Aims: We performed a latent class analysis (LCA) in a sample ascertained for addiction phenotypes to investigate cocaine use disorder (CoUD) subgroups related to polysubstance addiction (PSA) patterns and characterized their differences with respect to psychiatric and somatic comorbidities. Design: Cross-sectional study Setting: United States Participants: Adult participants aged 18-76, 39% female, 47% African American, 36% European American with a lifetime DSM-5 diagnosis of CoUD (N=7,989) enrolled in the Yale-Penn cohort. The control group included 2,952 Yale-Penn participants who did not meet for alcohol, cannabis, cocaine, opioid, or tobacco use disorders. Measurements: Psychiatric disorders and related traits were assessed via the Semi-structured Assessment for Drug Dependence and Alcoholism. These features included substance use disorders (SUD), family history of substance use, sociodemographic information, traumatic events, suicidal behaviors, psychopathology, and medical history. LCA was conducted using diagnoses and diagnostic criteria of alcohol, cannabis, opioid, and tobacco use disorders. Findings: Our LCA identified three subgroups of PSA (i.e., low, 17%; intermediate, 38%; high, 45%) among 7,989 CoUD participants. While these subgroups varied by age, sex, and racial-ethnic distribution (p<0.001), there was no difference in education or income (p>0.05). After accounting for sex, age, and race-ethnicity, the CoUD subgroup with high PSA had higher odds of antisocial personality disorder (OR=21.96 vs. 6.39, difference-p=8.08e-6), agoraphobia (OR=4.58 vs. 2.05, difference-p=7.04e-4), mixed bipolar episode (OR=10.36 vs. 2.61, difference-p=7.04e-4), posttraumatic stress disorder (OR=11.54 vs. 5.86, difference-p=2.67e-4), antidepressant medication use (OR=13.49 vs. 8.02, difference-p=1.42e-4), and sexually transmitted diseases (OR=5.92 vs. 3.38, difference-p=1.81e-5) than the low-PSA CoUD subgroup. Conclusions: We found different patterns of PSA in association with psychiatric and somatic comorbidities among CoUD cases within the Yale-Penn cohort. These findings underscore the importance of modeling PSA severity and comorbidities when examining the clinical, molecular, and neuroimaging correlates of CoUD.
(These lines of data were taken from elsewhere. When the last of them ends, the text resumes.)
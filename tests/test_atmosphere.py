"""The carburizing atmosphere in the shop's readings (casedepth.models.atmosphere): probe mV, dew point, CO2 and the
carbon potential, and β from the gas (casedepth.models.surface.beta_from_gas).

Sources, named beside each check:
* NASA Glenn 9-coefficient polynomials of CO, CO2, H2O, H2 and O2, 1000–6000 K (McBride, Zehe & Gordon, "NASA Glenn
  Coefficients for Calculating Thermodynamic Properties of Individual Species", NASA TP-2002-211556, 2002), written
  out below as published in the CEA thermo.inp data;
* JANAF standard Gibbs energies of formation (Chase, NIST-JANAF Thermochemical Tables, 4th ed., 1998): values at
  1100–1300 K from memory;
* the Nernst equation of a zirconia probe with air reference (exact constants, CODATA);
* saturation vapour pressure over water: Buck, J. Appl. Meteorol. 20 (1981) 1527; the WMO table values at −10 and
  20 °C (2.86 and 23.39 hPa) from memory;
* common practice, from memory: about 1150 mV for 1.0 %C near 925 °C in endothermic gas of 20 % CO; about +15 to
  +20 °F dew point and about 0.1 % CO2 for 1.0 %C at 1700 °F in endothermic gas from natural gas; the water-gas
  shift's K = 1 near 820 °C;
* β about 1–3e-5 cm/s in endothermic gas at 900–950 °C (Karabelchtchikova, PhD thesis, WPI 2007; Ruck, Monceau &
  Grabke, steel research 1996; values from memory);
* the Fe–C Acm line (casedepth.models.austenite, CALPHAD points) as an independent check of the activity relation.
"""

import json
import math

import pytest

from casedepth.cli import main
from casedepth.errors import InputError
from casedepth.models import atmosphere as A
from casedepth.models.austenite import saturation_carbon
from casedepth.models.surface import beta_from_gas
from casedepth.numerics.solver import Ramp
from casedepth.plan import Plan, evaluate, load

K = 273.15
R = 8.314462618

# NASA Glenn coefficients a1..a7, b1, b2 for 1000–6000 K (McBride, Zehe & Gordon 2002)
NASA = {
    "CO": (4.619197250e+05, -1.944704863e+03, 5.916714180e+00, -5.664282830e-04, 1.398814540e-07,
           -1.787680361e-11, 9.620935570e-16, -2.466261084e+03, -1.387413108e+01),
    "CO2": (1.176962419e+05, -1.788791477e+03, 8.291523190e+00, -9.223156780e-05, 4.863676880e-09,
            -1.891053312e-12, 6.330036590e-16, -3.908350590e+04, -2.652669281e+01),
    "H2O": (1.034972096e+06, -2.412698562e+03, 4.646110780e+00, 2.291998307e-03, -6.836830480e-07,
            9.426468930e-11, -4.822380530e-15, -1.384286509e+04, -7.978148510e+00),
    "H2": (5.608128010e+05, -8.371504740e+02, 2.975364532e+00, 1.252249124e-03, -3.740716190e-07,
           5.936625200e-11, -3.606994100e-15, 5.339824410e+03, -2.202774769e+00),
    "O2": (-1.037939022e+06, 2.344830282e+03, 1.819732036e+00, 1.267847582e-03, -2.188067988e-07,
           2.053719572e-11, -8.193467050e-16, -1.689010929e+04, 1.738716506e+01),
}
#: JANAF ΔfG° [kJ/mol] at 1100, 1200, 1300 K (Chase 1998; from memory)
JANAF = {"CO": (-209.075, -217.819, -226.509), "CO2": (-396.001, -396.098, -396.177),
         "H2O": (-187.033, -181.425, -175.774)}


def gibbs(species: str, T: float) -> float:
    """G°(T) [J/mol] from the NASA polynomials: H/RT − S/R."""
    a1, a2, a3, a4, a5, a6, a7, b1, b2 = NASA[species]
    h = (-a1 / T ** 2 + a2 * math.log(T) / T + a3 + a4 * T / 2 + a5 * T ** 2 / 3 + a6 * T ** 3 / 4 + a7 * T ** 4 / 5
         + b1 / T)
    s = -a1 / T ** 2 / 2 - a2 / T + a3 * math.log(T) + a4 * T + a5 * T ** 2 / 2 + a6 * T ** 3 / 3 + a7 * T ** 4 / 4 + b2
    return R * T * (h - s)


# -- thermochemistry against the tables ---------------------------------------------------------------------------
@pytest.mark.parametrize("celsius", [800, 850, 900, 925, 950, 1000, 1050, 1100])
def test_the_gas_reactions_match_the_nasa_polynomials(celsius):
    """CO + ½O2 = CO2 and H2 + ½O2 = H2O, from the NASA Glenn polynomials (McBride, Zehe & Gordon 2002): the fits the
    readings use are within 60 J/mol over 800–1100 °C (the issue asks 200)."""
    T = celsius + K
    to_co2 = gibbs("CO2", T) - gibbs("CO", T) - 0.5 * gibbs("O2", T)
    to_h2o = gibbs("H2O", T) - gibbs("H2", T) - 0.5 * gibbs("O2", T)
    assert A.CO_TO_CO2[0] + A.CO_TO_CO2[1] * T == pytest.approx(to_co2, abs=60.0)
    assert A.H2_TO_H2O[0] + A.H2_TO_H2O[1] * T == pytest.approx(to_h2o, abs=60.0)


@pytest.mark.parametrize("k,T", list(enumerate([1100.0, 1200.0, 1300.0])))
def test_the_three_equilibria_match_the_janaf_tables(k, T):
    """ΔG° of C + ½O2 = CO, C + CO2 = 2CO and C + H2O = CO + H2 from JANAF ΔfG° (Chase 1998, from memory), within
    200 J/mol."""
    data = A.GAS_DATA["nasa-glenn-2002"]
    co, co2, h2o = (JANAF[s][k] * 1e3 for s in ("CO", "CO2", "H2O"))
    assert data.gibbs("probe", T) == pytest.approx(co, abs=200.0)
    assert data.gibbs("co2", T) == pytest.approx(2 * co - co2, abs=200.0)
    assert data.gibbs("dew_point", T) == pytest.approx(co - h2o, abs=200.0)


def test_the_first_releases_gibbs_energy_is_about_950_j_off_and_reads_the_probe_4_to_6_mv_low():
    """The first releases' −111 700 − 87.65 T J/mol against the tables at 925 °C, and what it did to a probe reading;
    kept only for plans made with it (offered the newer data)."""
    T = 925 + K
    old, new = A.GAS_DATA["linear-first-release"], A.GAS_DATA["nasa-glenn-2002"]
    assert old.gibbs("probe", T) == pytest.approx(-111700.0 - 87.65 * T, rel=1e-12)
    assert 800.0 < old.gibbs("probe", T) - new.gibbs("probe", T) < 1100.0
    for potential in (0.8, 1.0, 1.2):
        low = A.probe_voltage_for_potential(potential, T, data="linear-first-release")
        assert 4.0 < A.probe_voltage_for_potential(potential, T) - low < 6.0
    assert old.superseded_by == "nasa-glenn-2002" and new.superseded_by is None


def test_water_gas_shift_is_one_near_820_C():
    """The three readings of one gas agree through the water-gas shift CO + H2O = CO2 + H2, whose K is 1 near 820 °C
    (common practice, from memory): K₃/K₂ from the readings' own constants crosses 1 between 790 and 850 °C."""
    data = A.GAS_DATA["nasa-glenn-2002"]

    def shift(celsius):
        T = celsius + K
        return data.constant("dew_point", T) / data.constant("co2", T)

    assert shift(790) > 1.0 > shift(850)
    # and a gas at one potential reads consistently: its CO2 and H2O fractions obey the shift
    T = 925 + K
    gas = A.Gas(T)
    co2 = A.reading_for_potential("co2", 1.0, gas)
    water = A.water_vapour_pressure(A.reading_for_potential("dew_point", 1.0, gas)) / A.ONE_ATMOSPHERE_HPA
    assert co2 * gas.h2 / (gas.co * water) == pytest.approx(
        data.constant("dew_point", T) / data.constant("co2", T), rel=1e-9)


def test_buck_vapour_pressure():
    """Buck (1981) over water: 6.1121 hPa at 0 °C by construction; the WMO table's 23.39 hPa at 20 °C and 2.86 hPa at
    −10 °C (from memory) within 0.5 %; the dew point inverts it."""
    assert A.water_vapour_pressure(K) == pytest.approx(6.1121, rel=1e-12)
    assert A.water_vapour_pressure(20 + K) == pytest.approx(23.39, rel=5e-3)
    assert A.water_vapour_pressure(-10 + K) == pytest.approx(2.86, rel=5e-3)
    for celsius in (-30.0, -9.0, 0.0, 15.0, 45.0):
        assert A.dew_point_for_pressure(A.water_vapour_pressure(celsius + K)) == pytest.approx(celsius + K, abs=1e-9)


def test_nernst_equation_with_air_reference():
    """E = (RT ln10 / 4F) log10(0.209 / pO2); RT ln10/4F = 0.04961 mV/K (exact constants), ±0.1 %."""
    F = 96485.33212
    assert R * math.log(10) / (4 * F) * 1e3 == pytest.approx(0.0496, rel=1e-3)
    for E in (1000.0, 1150.0, 1250.0):
        pO2 = A.oxygen_probe_pressure(E, 1198.15)
        assert A.probe_voltage(pO2, 1198.15) == pytest.approx(E, rel=1e-12)
        assert E == pytest.approx(0.0496 * 1198.15 * math.log10(0.209 / pO2), rel=1e-12)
Competing Interest Statement

RP received a research grant from Alkermes. RP and JG are paid for their editorial work on the journal Complex Psychiatry. JG and HRK are named as inventors on PCT patent application #15/878,640 entitled: Genotype-guided dosing of opioid agonists, filed January 24, 2018. HRK is a member of advisory boards for Dicerna Pharmaceuticals, Sophrosyne Pharmaceuticals, and Enthion Pharmaceuticals; a consultant to Sophrosyne Pharmaceuticals; the recipient of research funding and medication supplies for an investigator-initiated study from Alkermes; a member of the American Society of Clinical Psychopharmacology Alcohol Clinical Trials Initiative, which for the past three years was supported by Alkermes, Ethypharm, Lundbeck, Mitsubishi, Otsuka, and Pear Therapeutics, and is paid for his editorial work on the journal Alcohol: Clinical and Experimental Research. The other authors have no competing interests to report.

Funding Statement

This study was supported by the National Institutes of Health (R33 DA047527, R21 DC018098, and RF1 MH132337), One Mind, and the VISN 4 Mental Illness Research, Education and Clinical Center at the Crescenz VAMC. The Yale-Penn cohort was supported by multiple grants from the National Institutes of Health (RC2 DA028909, R01 DA12690, R01 DA12849, R01 DA18432, R01 AA11330, R01 AA017535).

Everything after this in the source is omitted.